BOSTON — `IT'LL be a real nor'easter.'' That note of warning has been heard more often this winter than most New Englanders - indeed most people from Virginia to Nova Scotia - would like. This breed of storms, traditionally the bane of fishermen and sea captains, now typically brings burdens ranging from severe beach erosion to sky-high snowplowing bills for municipalities, businesses, and homeowners.
There have been 13 nor'easters - or ``northeasters,'' as the dictionary stodgily puts it - this year, with room for more before March blows out. The last one, which struck the Boston area March 3, dumped just enough snow to make this winter the whitest ever here, with 89.5 inches of snow so far.
Where do the big storms come from, and why so many this year? Weather watchers as far back as Ben Franklin remarked on the strong cold winds out of the northeast and assumed the storms came from that direction, says Richard Tinker, a meteorologist at the National Weather Service's Climate Analysis Center in Camp Springs, Md. In fact, just the opposite is true. The storms generate far to the south, often off Cape Hatteras, N.C., then migrate north.
The counterclockwise cyclonic swirl of the storm can produce the cold northeasterly winds along the coastal edges of the storms, however.
Nor'easters are a complex weather phenomenon, says Kerry Emanuel, a meteorologist at the Massachusetts Institute of Technology in Cambridge, Mass.

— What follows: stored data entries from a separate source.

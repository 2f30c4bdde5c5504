"""No code path reads a p value, or the P of a diagnostic, to choose a method.

Every condition of the package is read from the source with `ast`. A name, attribute or key that
looks like a p value may stand in one only where the list below says why: to word or to round what
was found, to keep NaN in its place, to say that draws are not resolved.
"""

from __future__ import annotations

import ast
import re
from collections.abc import Iterator
from pathlib import Path

import pytest

PACKAGE = Path(__file__).resolve().parents[1] / "robustrm"
LOOKS_LIKE_P = re.compile(r"(ps?|p_.+|.+_p|.+_ps?_.+)")

WORDING = "words or rounds a p value that is already there"
READING = "says how finished rows read against the level; nothing is chosen by it"
ALLOWED = {
    ("_format.py", "p_cell"): WORDING,
    ("figures/describing.py", "_p_words"): WORDING,
    ("report/results_text.py", "_p_values"): WORDING,
    ("report/results_text.py", "_drawn"): WORDING,
    ("report/results_text.py", "_test"): WORDING,
    ("report/sheets.py", "_adjusted"): WORDING,
    ("report/sensitivity_sheets.py", "_gaps"): WORDING,
    ("report/sensitivity_sheets.py", "_left_out"): WORDING,
    ("sensitivity_analysis/overview.py", "_reading"): "says how a row reads",
    ("sensitivity_analysis/reading.py", "_is_at_or_below"): READING,
    ("sensitivity_analysis/reading.py", "p_against"): WORDING,
    ("sensitivity_analysis/reading.py", "p_words"): WORDING,
    ("sensitivity_analysis/beside.py", "_cells"): WORDING,
    ("sensitivity_analysis/beside.py", "_reads_like"): READING,
    ("sensitivity_analysis/drivers.py", "_adjustment"): WORDING,
    ("sensitivity_analysis/drivers.py", "_together_words"): WORDING,
    ("sensitivity_analysis/drivers.py", "parted_words"): WORDING,
    ("sensitivity_analysis/influence.py", "of"): "keeps a repeat that has no P in its place",
    ("sensitivity_analysis/influence_words.py", "_ranges"): WORDING,
    ("sensitivity_analysis/influence_words.py", "_sides_held"): WORDING,
    ("sensitivity_analysis/leave_one_out.py", "_numbers"): WORDING,
    ("sensitivity_analysis/limits_rows.py", "_open"): READING,
    ("sensitivity_analysis/limits_rows.py", "range_row"): "keeps a row without adjusted P",
    ("sensitivity_analysis/limits_substitutes.py", "_parted"): READING,
    ("sensitivity_analysis/limits_substitutes.py", "overall_apart"): READING,
    ("sensitivity_analysis/limits_words.py", "_moves"): WORDING,
    ("methods/signed_rank.py", "_disagreement_note"): "notes that P and interval disagree",
    ("methods/rank_sums.py", "agreement_notes"): "notes that an approximation fails",
    ("methods/rank_sums.py", "conover"): "keeps a P that is not defined in its place",
    ("methods/rank_sums.py", "nemenyi"): "keeps a P that is not defined in its place",
    ("methods/rank_pair.py", "_disagreement"): "notes that P and interval disagree",
    ("methods/additive.py", "monte_carlo_notes"): "says how many draws were made",
    ("methods/adjusting.py", "adjusted"): "keeps a pair that was not tested in its place",
    ("methods/attainable.py", "__str__"): "says whether a smallest p exists",
    ("methods/null_distribution.py", "problem_of"): "p is a parameter of a signature",
    ("kernels/null/sorted_sums.py", "comparators"): "p is half a power of two",
    ("records/arrangement.py", "_step"): "p is a problem of a file",
    ("records/arrangement.py", "_missing_lines"): "p is a place in a file",
    ("records/arrangement.py", "of"): "p is a place in a file",
    ("records/limits.py", "settle"): "p is a place in a file",
    ("records/limits.py", "_differ"): "p is a place in a file",
    ("records/limits.py", "_measured_beyond"): "p is a place in a file",
}
# Where methods are chosen, nothing is allowed: no p may even be mentioned in a condition.
CHOOSING = (
    "advice/",
    "plan/",
    "analysis/",
    "cli/",
    "methods/registry.py",
    "methods/follow_up.py",
)


def conditions(tree: ast.AST) -> Iterator[ast.AST]:
    for node in ast.walk(tree):
        if isinstance(node, (ast.If, ast.While, ast.IfExp)):
            yield node.test
        elif isinstance(node, ast.comprehension):
            yield from node.ifs
        elif isinstance(node, ast.Match):
            yield node.subject


def named(node: ast.AST) -> Iterator[str]:
    for inner in ast.walk(node):
        if isinstance(inner, ast.Name):
            yield inner.id
        elif isinstance(inner, ast.Attribute):
            yield inner.attr
        elif isinstance(inner, ast.Subscript) and isinstance(inner.slice, ast.Constant):
            yield str(inner.slice.value)


def readings(source: str) -> set[tuple[str, str]]:
    """Return (function, name) of every condition that reads what looks like a p value."""
    return {
        (function.name, name)
        for function in ast.walk(ast.parse(source))
        if isinstance(function, ast.FunctionDef)
        for condition in conditions(function)
        for name in named(condition)
        if LOOKS_LIKE_P.fullmatch(name)
    }


@pytest.mark.parametrize(
    "source",
    [
        "def f(r):\n    return a if r.p_value < 0.05 else b",
        "def f(r):\n    if r.details['mauchly_p'] < 0.05:\n        return a",
        "def f(r):\n    return [m for m, p in r if p <= alpha]",
        "def f(r):\n    while shapiro_p > level:\n        pass",
    ],
)
def test_the_reader_finds_a_choice_by_p(source):
    assert readings(source)


@pytest.mark.parametrize(
    "path", sorted(PACKAGE.rglob("*.py")), ids=lambda p: p.relative_to(PACKAGE).as_posix()
)
def test_no_condition_reads_a_p_value_to_choose(path):
    place = path.relative_to(PACKAGE).as_posix()
    found = {
        (function, name)
        for function, name in readings(path.read_text(encoding="utf-8"))
        if (place, function) not in ALLOWED
    }
    assert not found, f"{place} reads a p value in a condition: {sorted(found)}"


def test_nothing_is_allowed_where_methods_are_chosen():
    assert not [place for place, _ in ALLOWED if place.startswith(CHOOSING)]


def test_every_exception_is_still_needed():
    used = {
        (path.relative_to(PACKAGE).as_posix(), function)
        for path in PACKAGE.rglob("*.py")
        for function, _ in readings(path.read_text(encoding="utf-8"))
    }
    assert not set(ALLOWED) - used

Some have suggested that nor'easters, like hurricanes, might be rated for severity to give the public a better idea of what to expect. ``The nor'easter offers such a diverse set of phenomena that the public is already baffled,'' Professor Emanuel says. ``A high rating might scare someone who lives inland, when the real destruction, from wind and rain, will be on the coast.''
A lively ``mix'' of precipitation is standard for nor'easters. Who gets snow and who gets rain, and when, has a lot to do with subsidiary ``coastal fronts'' that form along with the main storm, Emanuel says. These secondary fronts cause wind shifts, with cooler air on one side and warmer on the other.
There are also ``complex temperature setups'' within the storm, Emanuel continues, with warmer layers of air sandwiched between colder ones. Precipitation can start as snow, turn to water as it goes through a warm belt, and then refreeze down lower, hitting the surface as ice pellets or sleet.
Mr. Tinker points out that the swirl of air in a nor'easter can result in temperature anomalies at ground level, too. During the early March storm it was raining in Baltimore while snow fell in Norfolk, Va., much further south. ``There's almost no way to forecast that,'' he says.
Actually, forecasting the direction and approximate severity of nor'easters once they get underway down south is not a great problem, says Tinker. ``Our computer models tend to do better with nor'easters than with hurricanes,'' he says, explaining that hurricanes are influenced by more-subtle conditions.
But hurricanes also have a much longer and more-easily tracked life cycle. Nor'easters churn up and disappear out to sea in a matter of a few days. The most recent one, says Tinker, began as a ``very weak reflection'' in the Gulf of Mexico. And predictions of types and amounts of precipitation as a storm nears can be educated guesses at best.
The storms originate with a confluence of opposing air masses on the East Coast of the United States. They develop as a ``wave'' on the boundary between cold air to the north and ocean-warmed air to the south, says Hal Nagle, a technical editor with the American Meteorological Society in Boston.
The strength of a given storm, he explains, is determined by the ``gradient,'' or difference over distance, between the low pressure to the south and the high to the north. The low pressures registered in a robust nor'easter can rival those of a moderate hurricane, Tinker notes.
A tough winter
And why the series of big storms this year? Mr. Nagle emphasizes the influence of the jet stream. Irregular patterns in those high-altitude winds interact with surface developments, generating the cyclonic action of storms, he says. Tinker mentions the influence of a ``ridge'' of polar air fixed over Canada for much of this winter.
But basically, Emanuel says, the complexities of atmospheric interactions, typified by nor'easters, defy hard-and-fast explanation.
There's no quasi-cyclical phenomenon, like the warm ``El Nino'' Pacific Ocean currents to fall back on here in New England, Emanuel says. There's only the change in the seasons. And to the relief of many, spring should be just a few weeks away.